(Saved entries)
○ ○ ○ ○ ○
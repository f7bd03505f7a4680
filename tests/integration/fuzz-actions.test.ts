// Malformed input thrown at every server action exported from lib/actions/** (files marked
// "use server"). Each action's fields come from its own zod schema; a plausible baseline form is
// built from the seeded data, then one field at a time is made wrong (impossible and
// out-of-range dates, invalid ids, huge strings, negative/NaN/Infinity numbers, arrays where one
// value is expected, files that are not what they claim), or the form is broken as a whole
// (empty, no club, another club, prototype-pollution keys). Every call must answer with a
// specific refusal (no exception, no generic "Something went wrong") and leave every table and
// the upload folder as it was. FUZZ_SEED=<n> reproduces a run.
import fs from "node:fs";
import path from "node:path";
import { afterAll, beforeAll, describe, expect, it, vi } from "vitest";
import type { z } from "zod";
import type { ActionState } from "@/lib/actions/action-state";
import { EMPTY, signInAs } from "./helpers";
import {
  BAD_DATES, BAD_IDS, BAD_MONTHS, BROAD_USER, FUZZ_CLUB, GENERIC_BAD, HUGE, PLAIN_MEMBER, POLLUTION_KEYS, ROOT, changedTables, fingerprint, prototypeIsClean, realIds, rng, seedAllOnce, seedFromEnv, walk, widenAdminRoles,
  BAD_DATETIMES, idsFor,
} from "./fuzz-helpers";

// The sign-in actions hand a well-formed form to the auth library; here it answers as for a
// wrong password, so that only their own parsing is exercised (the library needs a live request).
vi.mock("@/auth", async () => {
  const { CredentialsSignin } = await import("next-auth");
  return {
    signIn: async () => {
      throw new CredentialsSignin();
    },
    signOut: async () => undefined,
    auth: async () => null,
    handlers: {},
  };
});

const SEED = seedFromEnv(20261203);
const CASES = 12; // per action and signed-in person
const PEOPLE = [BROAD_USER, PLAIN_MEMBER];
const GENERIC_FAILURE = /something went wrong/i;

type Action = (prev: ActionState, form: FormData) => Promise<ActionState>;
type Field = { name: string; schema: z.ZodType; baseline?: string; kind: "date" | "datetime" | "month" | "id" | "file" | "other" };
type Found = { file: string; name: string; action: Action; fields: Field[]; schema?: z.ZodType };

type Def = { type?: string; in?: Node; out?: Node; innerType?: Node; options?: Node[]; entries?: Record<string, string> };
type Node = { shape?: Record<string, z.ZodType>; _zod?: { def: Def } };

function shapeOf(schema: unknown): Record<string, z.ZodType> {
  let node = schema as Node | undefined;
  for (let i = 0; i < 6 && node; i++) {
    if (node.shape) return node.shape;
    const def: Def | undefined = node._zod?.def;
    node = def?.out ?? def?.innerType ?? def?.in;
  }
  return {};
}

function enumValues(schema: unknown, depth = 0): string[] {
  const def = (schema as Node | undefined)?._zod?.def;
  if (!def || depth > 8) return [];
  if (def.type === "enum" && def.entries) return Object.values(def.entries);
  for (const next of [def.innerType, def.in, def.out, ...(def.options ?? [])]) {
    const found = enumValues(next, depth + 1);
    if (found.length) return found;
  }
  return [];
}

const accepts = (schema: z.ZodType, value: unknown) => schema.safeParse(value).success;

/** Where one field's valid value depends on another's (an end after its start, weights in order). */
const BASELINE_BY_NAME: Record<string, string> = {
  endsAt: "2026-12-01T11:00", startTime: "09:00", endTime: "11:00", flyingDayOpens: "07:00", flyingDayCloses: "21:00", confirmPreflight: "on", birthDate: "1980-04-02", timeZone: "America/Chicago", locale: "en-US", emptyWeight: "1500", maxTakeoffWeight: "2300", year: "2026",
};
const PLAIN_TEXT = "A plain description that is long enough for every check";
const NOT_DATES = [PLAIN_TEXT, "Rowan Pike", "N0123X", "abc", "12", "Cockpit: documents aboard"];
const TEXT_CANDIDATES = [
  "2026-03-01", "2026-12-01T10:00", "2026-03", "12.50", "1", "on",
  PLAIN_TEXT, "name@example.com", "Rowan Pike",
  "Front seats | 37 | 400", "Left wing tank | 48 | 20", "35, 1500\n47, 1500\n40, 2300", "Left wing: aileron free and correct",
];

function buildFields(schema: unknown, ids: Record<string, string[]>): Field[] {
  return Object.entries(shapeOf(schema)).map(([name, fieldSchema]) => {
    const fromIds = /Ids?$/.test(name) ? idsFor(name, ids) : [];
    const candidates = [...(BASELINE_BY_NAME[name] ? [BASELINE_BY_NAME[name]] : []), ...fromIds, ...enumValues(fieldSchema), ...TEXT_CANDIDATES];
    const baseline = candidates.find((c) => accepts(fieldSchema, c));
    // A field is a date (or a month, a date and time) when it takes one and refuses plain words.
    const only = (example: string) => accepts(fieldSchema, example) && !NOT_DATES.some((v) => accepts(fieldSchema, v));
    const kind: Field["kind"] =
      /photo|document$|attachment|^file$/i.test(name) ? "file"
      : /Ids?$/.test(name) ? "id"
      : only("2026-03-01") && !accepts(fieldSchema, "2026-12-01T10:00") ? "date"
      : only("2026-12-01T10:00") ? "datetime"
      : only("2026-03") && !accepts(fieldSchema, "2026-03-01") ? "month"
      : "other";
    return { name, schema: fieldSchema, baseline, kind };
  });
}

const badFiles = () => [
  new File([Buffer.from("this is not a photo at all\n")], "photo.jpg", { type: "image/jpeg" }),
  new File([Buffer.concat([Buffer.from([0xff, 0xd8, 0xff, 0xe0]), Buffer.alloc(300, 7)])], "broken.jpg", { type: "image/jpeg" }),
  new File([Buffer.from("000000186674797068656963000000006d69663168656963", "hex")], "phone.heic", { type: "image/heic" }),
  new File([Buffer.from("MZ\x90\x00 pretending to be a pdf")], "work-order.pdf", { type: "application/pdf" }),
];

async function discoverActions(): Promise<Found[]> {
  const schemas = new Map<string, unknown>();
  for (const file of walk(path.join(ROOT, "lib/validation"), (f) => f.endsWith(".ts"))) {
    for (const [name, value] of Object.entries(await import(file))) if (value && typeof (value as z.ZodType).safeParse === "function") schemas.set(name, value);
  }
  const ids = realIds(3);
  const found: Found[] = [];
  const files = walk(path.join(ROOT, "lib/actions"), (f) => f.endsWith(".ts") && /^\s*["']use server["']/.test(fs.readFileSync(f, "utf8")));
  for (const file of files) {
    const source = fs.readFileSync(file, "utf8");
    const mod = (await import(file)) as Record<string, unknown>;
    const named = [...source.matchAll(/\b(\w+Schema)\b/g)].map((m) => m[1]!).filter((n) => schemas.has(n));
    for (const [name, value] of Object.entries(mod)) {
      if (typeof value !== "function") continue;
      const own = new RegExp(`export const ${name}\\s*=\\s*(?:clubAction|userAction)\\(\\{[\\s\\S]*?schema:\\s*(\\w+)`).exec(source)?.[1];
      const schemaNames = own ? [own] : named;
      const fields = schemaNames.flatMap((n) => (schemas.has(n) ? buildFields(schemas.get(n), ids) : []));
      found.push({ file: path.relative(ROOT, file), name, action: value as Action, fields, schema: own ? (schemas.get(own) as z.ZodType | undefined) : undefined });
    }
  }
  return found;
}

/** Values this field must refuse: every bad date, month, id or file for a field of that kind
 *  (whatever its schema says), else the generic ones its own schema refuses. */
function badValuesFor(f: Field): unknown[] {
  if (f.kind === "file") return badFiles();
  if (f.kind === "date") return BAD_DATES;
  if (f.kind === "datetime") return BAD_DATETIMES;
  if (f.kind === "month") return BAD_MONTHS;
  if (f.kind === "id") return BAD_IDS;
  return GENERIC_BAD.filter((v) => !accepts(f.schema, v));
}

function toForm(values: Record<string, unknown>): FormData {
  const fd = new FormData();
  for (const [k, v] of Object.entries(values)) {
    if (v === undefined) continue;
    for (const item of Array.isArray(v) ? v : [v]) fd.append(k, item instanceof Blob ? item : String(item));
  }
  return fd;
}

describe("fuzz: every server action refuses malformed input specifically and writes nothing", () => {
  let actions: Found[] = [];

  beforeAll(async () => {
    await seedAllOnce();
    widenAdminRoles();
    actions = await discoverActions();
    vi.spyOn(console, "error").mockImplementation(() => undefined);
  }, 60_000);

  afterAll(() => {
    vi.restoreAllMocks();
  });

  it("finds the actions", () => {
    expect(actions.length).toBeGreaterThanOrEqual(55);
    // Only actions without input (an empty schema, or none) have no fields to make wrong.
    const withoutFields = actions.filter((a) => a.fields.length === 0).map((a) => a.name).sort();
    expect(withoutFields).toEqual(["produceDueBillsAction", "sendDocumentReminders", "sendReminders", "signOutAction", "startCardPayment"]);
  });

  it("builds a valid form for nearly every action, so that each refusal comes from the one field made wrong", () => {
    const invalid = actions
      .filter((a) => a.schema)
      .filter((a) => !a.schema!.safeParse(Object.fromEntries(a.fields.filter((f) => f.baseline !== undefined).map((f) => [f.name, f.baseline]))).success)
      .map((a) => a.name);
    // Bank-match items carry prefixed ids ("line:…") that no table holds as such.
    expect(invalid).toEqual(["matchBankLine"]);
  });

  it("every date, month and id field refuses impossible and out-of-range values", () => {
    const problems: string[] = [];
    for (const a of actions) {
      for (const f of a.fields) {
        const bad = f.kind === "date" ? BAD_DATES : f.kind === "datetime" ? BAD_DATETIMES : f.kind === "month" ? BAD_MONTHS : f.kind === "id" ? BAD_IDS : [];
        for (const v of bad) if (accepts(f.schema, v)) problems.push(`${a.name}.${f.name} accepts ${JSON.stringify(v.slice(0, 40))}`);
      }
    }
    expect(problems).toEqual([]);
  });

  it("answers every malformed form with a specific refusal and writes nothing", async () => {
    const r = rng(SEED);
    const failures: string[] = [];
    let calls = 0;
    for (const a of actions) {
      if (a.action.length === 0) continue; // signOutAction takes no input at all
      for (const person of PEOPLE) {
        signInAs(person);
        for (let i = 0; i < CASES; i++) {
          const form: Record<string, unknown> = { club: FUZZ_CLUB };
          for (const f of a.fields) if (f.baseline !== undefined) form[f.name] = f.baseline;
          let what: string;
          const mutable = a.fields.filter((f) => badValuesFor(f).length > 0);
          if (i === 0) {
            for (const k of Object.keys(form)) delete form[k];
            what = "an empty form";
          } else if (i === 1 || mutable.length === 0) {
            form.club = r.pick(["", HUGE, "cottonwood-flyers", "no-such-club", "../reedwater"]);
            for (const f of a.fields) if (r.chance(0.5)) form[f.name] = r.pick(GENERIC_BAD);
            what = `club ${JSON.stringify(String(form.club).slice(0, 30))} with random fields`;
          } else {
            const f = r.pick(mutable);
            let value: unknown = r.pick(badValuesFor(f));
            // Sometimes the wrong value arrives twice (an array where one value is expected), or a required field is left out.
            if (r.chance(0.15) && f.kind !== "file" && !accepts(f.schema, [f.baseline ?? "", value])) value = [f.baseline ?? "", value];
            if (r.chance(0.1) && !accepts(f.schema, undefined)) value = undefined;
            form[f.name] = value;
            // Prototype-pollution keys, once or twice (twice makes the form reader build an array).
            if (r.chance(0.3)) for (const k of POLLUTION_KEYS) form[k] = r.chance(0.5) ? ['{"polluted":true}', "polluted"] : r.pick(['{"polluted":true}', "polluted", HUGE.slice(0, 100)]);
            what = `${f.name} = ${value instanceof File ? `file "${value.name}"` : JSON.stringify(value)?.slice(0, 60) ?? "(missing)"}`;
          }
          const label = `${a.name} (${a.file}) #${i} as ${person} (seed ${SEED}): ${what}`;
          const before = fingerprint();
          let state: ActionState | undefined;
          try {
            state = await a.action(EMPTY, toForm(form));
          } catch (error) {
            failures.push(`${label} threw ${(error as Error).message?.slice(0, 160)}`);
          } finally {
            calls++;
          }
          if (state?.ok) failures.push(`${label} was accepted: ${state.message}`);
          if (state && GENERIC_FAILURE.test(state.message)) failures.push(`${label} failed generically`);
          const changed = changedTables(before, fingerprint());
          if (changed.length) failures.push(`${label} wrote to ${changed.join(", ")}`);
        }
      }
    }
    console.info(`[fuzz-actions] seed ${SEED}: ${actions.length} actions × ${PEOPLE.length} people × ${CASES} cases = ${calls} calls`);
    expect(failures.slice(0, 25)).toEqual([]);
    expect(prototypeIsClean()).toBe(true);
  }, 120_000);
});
○ ○ ○ ○ ○
**TASK GOAL:** Could you state how many lines of the records contain "twice"? Give the number and nothing else.

**ANSWER TO THE EXERCISE:** 2